So the 4th of July in downtown Minneapolis is a crowded place. The 4th of July, shortly after the fireworks, in line at the light trail station is a crappily-crowded place.
I was there with my boyfriend/ex-boyfriend/person of interest, my parents and my barely 4-foot-tall grandma. My grandma was visiting from rural Missouri (many of you may be wondering if there is any part of Missouri that’s not rural…there is). Anyway. She’s from a super small town where people never push each other. It’s a place where people don’t budge. It’s probably a place where people voluntarily offer their positions in line to anyone behind them. But that’s beside the point.
So we made the trek from our firework viewing spot on the ground near a bike rack to the light rail station at the Metrodome, where apparently 80 percent of the people who had watched downtown’s fireworks also decided to go. We crowded together with the rest of the population and began the long wait for a train.
Then, out of nowhere, some blonde, 6-foot-tall asshole pushed my grandma out of the way to budge ahead of us and everyone else in line. I didn’t realize what had happened until the guy had already pushed his way out of sight. Otherwise I would have definitely given him a piece of my mind. In fact, I spent the rest of the evening fantasizing about how great it would have been to find the guy and tell him exactly what I thought about him. Unfortunately, we didn’t see him on our train and my dreams of bitching him out in front of my sweet little grandma, and in her honor, never materialized.

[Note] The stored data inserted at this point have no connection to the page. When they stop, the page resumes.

def objective_axes(problem: Problem) -> list[dict[str, Any]]:
    """One entry per objective: name, result column, direction, label and unit."""
    out = []
    for name in problem.objectives:
        column, direction = OBJECTIVES[name]
        label, unit = OBJECTIVE_LABELS.get(name, (name, ""))
        out.append({"name": name, "column": column, "direction": direction, "label": label,
                    "unit": unit})
    return out


def _merged(results: Results) -> tuple[dict[str, np.ndarray], np.ndarray, np.ndarray,
                                        np.ndarray, list[dict[str, Any]]]:
    """Columns, objectives, feasibility, 'exact' flags and params of every complete trial: the
    exact values where the trial was reviewed, the search model's otherwise."""
    s = results.search
    n = len(results.trial_numbers)
    cols = {k: np.array(v, dtype=object if k == "fan" else float)
            for k, v in s.columns().items()}
    objectives = np.array(s.objectives, dtype=float).reshape(n, len(results.problem.objectives))
    feasible = np.array(s.feasible, dtype=bool)
    bad = ~np.asarray(s.valid_geometry, dtype=bool) | np.asarray(s.no_airflow, dtype=bool)
    exact = np.zeros(n, dtype=bool)
    params = list(s.params)
    if results.exact is not None and len(results.exact_trials):
        where = {int(t): k for k, t in enumerate(results.trial_numbers)}
        rows = np.array([where[int(t)] for t in results.exact_trials], dtype=int)
        e = results.exact
        for k, v in e.columns().items():
            if k in cols:
                cols[k][rows] = np.asarray(v, dtype=cols[k].dtype)
        objectives[rows] = e.objectives
        feasible[rows] = e.feasible
        bad[rows] = ~np.asarray(e.valid_geometry, dtype=bool) | np.asarray(e.no_airflow, dtype=bool)
        exact[rows] = True
        for k, i in enumerate(rows):
            params[i] = e.params[k]
    with np.errstate(invalid="ignore"):
        missing = bad[:, None] | ~np.isfinite(objectives) | (np.abs(objectives) >= PENALTY)
    objectives[missing] = np.nan
    return cols, objectives, feasible, exact, params


def trial_points(results: Results) -> dict[str, Any]:
    """Every complete trial as columns (lists of equal length), ready to plot.

    Keys: ``trial``, ``status`` (``"pareto"``, ``"feasible"`` = feasible but dominated,
    ``"infeasible"``), ``exact`` (values from the exact series), ``objectives`` {name: values,
    None where the design has no value}, ``categorical`` {variable: labels} (fan, mountings),
    ``numeric`` {variable or result column: values}.
    """
    problem = results.problem
    cols, objectives, feasible, exact, params = _merged(results)
    trials = [int(t) for t in results.trial_numbers]
    front = {int(t) for t in results.pareto_trials}
    status = ["pareto" if t in front else ("feasible" if f else "infeasible")
              for t, f in zip(trials, feasible)]
    categorical: dict[str, list[str]] = {}
    numeric: dict[str, list[float | None]] = {}
    for v in problem.variables:
        values = [p.get(v.name, v.fixed) for p in params]
        if v.kind == "categorical":
            categorical[v.name] = [str(x) for x in values]
        else:
            numeric[v.name] = [_num(x) for x in values]
    for column in RESULT_LABELS:
        if column in cols:
            numeric[column] = [_num(x) for x in cols[column]]
    return {
        "trial": trials,
        "status": status,
        "exact": [bool(x) for x in exact],
        "objectives": {name: [_num(x) for x in objectives[:, k]]
                       for k, name in enumerate(problem.objectives)},
        "categorical": categorical,
        "numeric": numeric,
    }


def pareto_plot_data(results: Results) -> dict[str, Any]:
    """Everything the Pareto plots need: axes, every trial's point, colouring choices."""
    points = trial_points(results)
    colour = []
    for name in points["categorical"]:
        label, _ = _label(name)
        colour.append({"key": name, "kind": "categorical", "label": label, "unit": ""})
    for name in points["numeric"]:
        label, unit = RESULT_LABELS.get(name) or _label(name)
        values = [v for v in points["numeric"][name] if v is not None]
        if len(set(values)) > 1:  # a fixed variable colours nothing
            colour.append({"key": name, "kind": "numeric", "label": label, "unit": unit})
    counts = {s: points["status"].count(s) for s in _STATUS}
    plotted = sum(all(points["objectives"][o][i] is not None for o in points["objectives"])
                  for i in range(len(points["trial"])))
    return {
        "objectives": objective_axes(results.problem),
        "points": points,
        "colour_options": colour,
        "counts": counts,
        "not_plotted": len(points["trial"]) - plotted,
    }


def pareto_table_data(results: Results, records: Sequence[dict[str, Any]] | None = None
                      ) -> dict[str, Any]:
    """The Pareto designs as table columns and rows (exact series, as in ``pareto.csv``)."""
    records = results.pareto_records() if records is None else records
    problem = results.problem
    columns = [{"key": "trial", "label": "trial", "unit": "", "kind": "int"}]
    if any("fan" in r["params"] for r in records):
        columns.append({"key": "fan", "label": "fan", "unit": "", "kind": "text"})
    for name in GEOMETRY_VARIABLES:
        label, unit = VARIABLE_LABELS[name]
        columns.append({"key": name, "label": label, "unit": unit,
                        "kind": "int" if name == "n_fins" else "number"})
    if any("fan_speed" in r["params"] for r in records) and problem.air.uses_fans:
        columns.append({"key": "speed_ratio", "label": "fan speed", "unit": "of rated",
                        "kind": "number"})
    shown = []
    for o in objective_axes(problem):
        shown.append(o["column"])
        columns.append({"key": o["column"], "label": o["label"], "unit": o["unit"],
                        "kind": "number"})
    for column in ("volume_cm3", "mass_kg", "fan_power_W", "worst_margin_K", "airflow_m3_s",
                   "pressure_drop_Pa", "air_rise_K"):
        if column not in shown:
            label, unit = RESULT_LABELS[column]
            columns.append({"key": column, "label": label, "unit": unit, "kind": "number"})
    columns.append({"key": "n_warnings", "label": "warnings", "unit": "", "kind": "int"})
    rows = []
    for r in records:
        row = {"trial": r["trial"], "fan": r.get("fan") or r["params"].get("fan")}
        for name in GEOMETRY_VARIABLES:
            row[name] = r["params"].get(name)
        for c in columns:
            if c["key"] not in row and c["key"] != "n_warnings":
                row[c["key"]] = _num(r.get(c["key"]))
        row["n_warnings"] = len(r.get("warnings", []))
        rows.append(row)
    return {"columns": columns, "rows": rows}


def parcoords_data(results: Results, points: dict[str, Any] | None = None) -> dict[str, Any]:
    """Dimensions of a parallel-coordinates view of every trial that has objective values.

    Categorical variables become integer codes with ``tickvals``/``ticktext``; ``status`` codes
    are 0 infeasible, 1 feasible dominated, 2 Pareto.
    """
    points = trial_points(results) if points is None else points
    n = len(points["trial"])
    keep = [i for i in range(n)
            if all(points["objectives"][o][i] is not None for o in points["objectives"])]
    dims = []
    for name, values in points["categorical"].items():
        labels = sorted(set(values[i] for i in keep))
        if len(labels) < 2:
            continue
        code = {lab: k for k, lab in enumerate(labels)}
        label, _ = _label(name)
        dims.append({"key": name, "label": label, "values": [code[values[i]] for i in keep],
                     "tickvals": list(range(len(labels))), "ticktext": labels})
    for name, values in points["numeric"].items():
        if name not in _variable_names(results.problem):
            continue
        kept = [values[i] for i in keep]
        if len(set(kept)) < 2:
            continue
        label, unit = _label(name)
        dims.append({"key": name, "label": label, "unit": unit, "values": kept})
    for o in objective_axes(results.problem):
        dims.append({"key": o["name"], "label": o["label"], "unit": o["unit"],
                     "values": [points["objectives"][o["name"]][i] for i in keep]})
    return {"trial": [points["trial"][i] for i in keep],
            "status": [_STATUS.index(points["status"][i]) for i in keep],
            "dimensions": dims}


def _variable_names(problem: Problem) -> set[str]:
    return {v.name for v in problem.variables}


def _geometry(params: dict[str, Any]) -> SinkGeometry:
    values = {name: float(params[name]) * factor
              for name, (_, factor) in GEOMETRY_VARIABLES.items()}
    return SinkGeometry.of(width=values["width_mm"], length=values["length_mm"],
                           fin_height=values["fin_height_mm"],
                           fin_thickness=values["fin_thickness_mm"],
                           n_fins=round(values["n_fins"]),
                           base_thickness=values["base_thickness_mm"])


def _finite_xy(q, p) -> dict[str, list[float]]:
    q = np.asarray(q, dtype=float)
    p = np.asarray(p, dtype=float)
    ok = np.isfinite(q) & np.isfinite(p) & (q >= 0)
    return {"flow_m3_s": q[ok].tolist(), "pressure_Pa": p[ok].tolist()}


def fan_system_curves(problem: Problem, params: dict[str, Any],
                      operating: dict[str, Any] | None = None,
                      n_points: int = 80) -> dict[str, Any]:
    """Fan-array curve and system curve of one design at the site air density.

    Parameters
    ----------
    problem : Problem
    params : dict
        The design's parameters (fixed variables may be left out).
    operating : dict, optional
        ``speed_ratio`` [-], ``airflow_m3_s`` and ``pressure_drop_Pa`` of the design (its
        record); evaluated here when not given.
    n_points : int
        Grid points of each curve.

    Returns
    -------
    dict
        ``fan_curve`` (the array at the design's speed), ``fan_curve_rated`` (at the top of the
        fan's speed range, None when that is the design's speed), ``system_curve``, each with
        ``flow_m3_s`` and ``pressure_Pa`` lists; ``operating_point`` (or None);
        ``stall_limit_m3_s``: the array's flow at the stall limit, below which the fan is
        unstable (None without a stall region); ``fan``, ``count``, ``arrangement``,
        ``speed_ratio``, ``air_density_kg_m3``.
    """
    params = full_params(problem, params)
    if operating is None:
        r = evaluate_params(problem, [params])
        operating = {"speed_ratio": _num(r.speed_ratio[0]), "airflow_m3_s": _num(r.flow_total[0]),
                     "pressure_drop_Pa": _num(r.system_pressure[0])}
    air = inlet_air(problem.conditions)
    rho = float(air.density)
    q_op = _num(operating.get("airflow_m3_s"))
    dp_op = _num(operating.get("pressure_drop_Pa"))
    out: dict[str, Any] = {"fan": None, "count": None, "arrangement": None,
                           "speed_ratio": _num(operating.get("speed_ratio")),
                           "air_density_kg_m3": rho, "fan_curve": None, "fan_curve_rated": None,
                           "stall_limit_m3_s": None,
                           "operating_point": (None if q_op is None or dp_op is None
                                               else {"flow_m3_s": q_op, "pressure_Pa": dp_op})}
    q_max = 0.0
    if problem.air.uses_fans and params.get("fan") in fan_choices(problem):
        option, count = fan_choices(problem)[params["fan"]]
        s = out["speed_ratio"]
        if s is None:
            s = option.speed_min + float(params.get("fan_speed", 0.0)) * (option.speed_max
                                                                         - option.speed_min)
            out["speed_ratio"] = s
        arr = FanArray(option.curve, count=count, arrangement=option.arrangement)
        st = arr.sample(n_points, s, rho)
        out.update(fan=params["fan"], name=option.curve.name, count=count,
                   arrangement=option.arrangement, fan_curve=_finite_xy(st.flow_m3_s,
                                                                        st.pressure_Pa))
        if out["fan_curve"]["flow_m3_s"]:
            q_max = max(out["fan_curve"]["flow_m3_s"])
        if abs(option.speed_max - s) > 1e-9:
            rated = arr.sample(n_points, option.speed_max, rho)
            out["fan_curve_rated"] = _finite_xy(rated.flow_m3_s, rated.pressure_Pa)
            q_max = max([q_max, *out["fan_curve_rated"]["flow_m3_s"]])
        if option.curve.has_stall_region:
            limit = arr.evaluate(option.curve.q_stall_limit_m3_s * s, s, rho).flow_m3_s
            out["stall_limit_m3_s"] = _num(limit)
    if q_op is not None:
        q_max = max(q_max, 1.25 * q_op)
    if not q_max > 0:
        q_max = 1e-3
    q = np.union1d(np.linspace(0.0, q_max, n_points), [] if q_op is None else [q_op])
    g = _geometry(params).take(np.zeros(q.size, dtype=int))
    with np.errstate(invalid="ignore", divide="ignore"):
        dp, _ = system_pressure_drop(problem, g, q, air, problem.options)
    out["system_curve"] = _finite_xy(q, dp)
    return out
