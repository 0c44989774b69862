//! Derived columns for the recorder: gas kinetics of every pressure channel,
//! computed by the engine from the same configuration as the dashboard.

use crate::engine::mixture::Mixture;
use crate::engine::{Conditions, Derived, GaugeModel, NamedLength, Physics, derive};
use crate::log::v1::{Cell, Column, ColumnKind};
use crate::sample::{ChannelInfo, ChannelUnit};

/// Computes derived cells for a row.
#[derive(Debug, Clone)]
pub struct Deriver {
    mixture: Mixture,
    gauges: Vec<(String, GaugeModel, Mixture)>,
    lengths: Vec<NamedLength>,
    physics: Physics,
    assumed_temperature_k: f64,
    last_temperature_k: Option<f64>,
}

/// Derived quantities per pressure channel: (suffix, unit).
const QUANTITIES: [(&str, &str); 4] = [
    ("number_density", "1/m3"),
    ("mean_free_path", "m"),
    ("impingement", "1/(m2 s)"),
    ("monolayer_time", "s"),
];

impl Deriver {
    /// From a resolved configuration.
    pub fn from_config(config: &crate::config::Config) -> Self {
        Deriver {
            mixture: config.mixture.clone(),
            gauges: config
                .gauge_models()
                .into_iter()
                .map(|g| (g.id, g.model, g.mixture))
                .collect(),
            lengths: config.lengths.clone(),
            physics: config.physics,
            assumed_temperature_k: config.chamber.temperature_k.unwrap_or(295.15),
            last_temperature_k: None,
        }
    }

    /// The derived columns for these channels, in the order `derive` fills them.
    pub fn columns(&self, channels: &[ChannelInfo]) -> Vec<Column> {
        let mut out = Vec::new();
        for c in channels.iter().filter(|c| c.unit.is_pressure()) {
            for (q, unit) in QUANTITIES {
                out.push(Column {
                    name: format!("{}.{q}", c.id),
                    kind: ColumnKind::Derived(unit.into()),
                });
            }
            for l in &self.lengths {
                out.push(Column {
                    name: format!("{}.knudsen.{}", c.id, l.name),
                    kind: ColumnKind::Derived("1".into()),
                });
            }
        }
        out
    }

    /// Derived cells for one row from kinetics already computed (by the
    /// monitor, with the gas in force and the gauge corrections for it): a
    /// pressure channel without an entry gets empty cells.
    pub fn from_kinetics(
        &self,
        channels: &[ChannelInfo],
        kinetics: &[(String, Derived)],
    ) -> Vec<Cell> {
        let per_channel = QUANTITIES.len() + self.lengths.len();
        let mut out = Vec::new();
        for c in channels.iter().filter(|c| c.unit.is_pressure()) {
            match kinetics.iter().find(|(id, _)| id == &c.id) {
                Some((_, d)) => {
                    let cell = Cell::Derived;
                    out.push(cell(d.number_density_per_m3));
                    out.push(cell(d.mean_free_path_m));
                    out.push(cell(d.impingement_per_m2_s));
                    out.push(cell(d.monolayer_time_s));
                    // Kn per configured length, in the configured order.
                    for l in &self.lengths {
                        let kn = d
                            .lengths
                            .iter()
                            .find(|x| x.name == l.name)
                            .map(|x| x.knudsen);
                        out.push(kn.map_or(Cell::Empty, cell));
                    }
                }
                None => out.extend(std::iter::repeat_n(Cell::Empty, per_channel)),
            }
        }
        out
    }

    /// Derived cells for one row given as (channel index, cell) pairs.
    pub fn derive(&mut self, channels: &[ChannelInfo], cells: &[(usize, Cell)]) -> Vec<Cell> {
        // The row's temperature, else the last one seen, else the assumption.
        for &(i, c) in cells {
            if let (ChannelUnit::Temperature(_), Cell::Value(v)) = (channels[i].unit, c) {
                self.last_temperature_k = Some(channels[i].unit.to_si(v));
            }
        }
        let t = self
            .last_temperature_k
            .unwrap_or(self.assumed_temperature_k);
        let per_channel = QUANTITIES.len() + self.lengths.len();
        let mut out = Vec::new();
        for (i, c) in channels
            .iter()
            .enumerate()
            .filter(|(_, c)| c.unit.is_pressure())
        {
            let value = cells
                .iter()
                .find(|(j, _)| *j == i)
                .and_then(|(_, cell)| match cell {
                    Cell::Value(v) => Some(c.unit.to_si(*v)),
                    _ => None,
                });
            let Some(indicated) = value.filter(|p| *p > 0.0) else {
                out.extend(std::iter::repeat_n(Cell::Empty, per_channel));
                continue;
            };
            let (p, mixture) = match self.gauges.iter().find(|(id, _, _)| id == &c.id) {
                Some((_, model, mix)) => (model.correct(indicated).pressure_pa, mix),
                None => (indicated, &self.mixture),
            };
            let d = derive(
                &Conditions::new(p, t),
                mixture,
                &self.lengths,
                &self.physics,
            );
            let cell = Cell::Derived;
            out.push(cell(d.number_density_per_m3));
            out.push(cell(d.mean_free_path_m));
            out.push(cell(d.impingement_per_m2_s));
            out.push(cell(d.monolayer_time_s));
            out.extend(d.lengths.iter().map(|l| cell(l.knudsen)));
        }
        out
    }
}
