//! Alarm rules and their state machine, with the states and terms of
//! ISA-18.2 / IEC 62682: normal, unacknowledged, acknowledged,
//! returned-to-normal unacknowledged, shelved, suppressed by design.
//!
//! The machine is driven by readings and data time only, so the same log
//! gives the same events in replay, record, report and the dashboard.

use chrono::{DateTime, Utc};
use serde::{Deserialize, Serialize};
use std::fmt;

use super::quantity::{Class, Quantity};

/// How serious an alarm is.
#[derive(Debug, Clone, Copy, PartialEq, Eq, PartialOrd, Ord, Hash, Serialize, Deserialize)]
#[serde(rename_all = "kebab-case")]
pub enum Severity {
    /// For information.
    Notice,
    /// Needs attention.
    Warning,
    /// A process step must stop; `record` exits 3 on it.
    Trip,
}

impl Severity {
    /// The word.
    pub fn as_str(self) -> &'static str {
        match self {
            Severity::Notice => "notice",
            Severity::Warning => "warning",
            Severity::Trip => "trip",
        }
    }

    /// Reads `notice`, `warning` or `trip`.
    pub fn parse(s: &str) -> Result<Severity, String> {
        match s {
            "notice" => Ok(Severity::Notice),
            "warning" => Ok(Severity::Warning),
            "trip" => Ok(Severity::Trip),
            _ => Err(format!(
                "unknown severity \"{s}\"; expected notice, warning or trip"
            )),
        }
    }
}

impl fmt::Display for Severity {
    fn fmt(&self, f: &mut fmt::Formatter<'_>) -> fmt::Result {
        f.write_str(self.as_str())
    }
}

Sadly, it’s probably for the better. I couldn’t come up with a single decent insult. My initial thought was, “It’s called a line, buddy…” but I couldn’t come up with anything to follow that. And I don’t even think that line was all that strong. Every phrase that came to my head was lame, weak and only half-completed. And it’s not like I didn’t have time to contemplate what I would have said: the train ride was 40 long minutes. So what would have probably happened would have been me storming up to this guy with a lethal stare and maybe a pointed finger. Then I’d get up right in his face with my pointed finger and say something like, “You…well…you’re a…super big jerk!” And then I would have kneed him in the balls.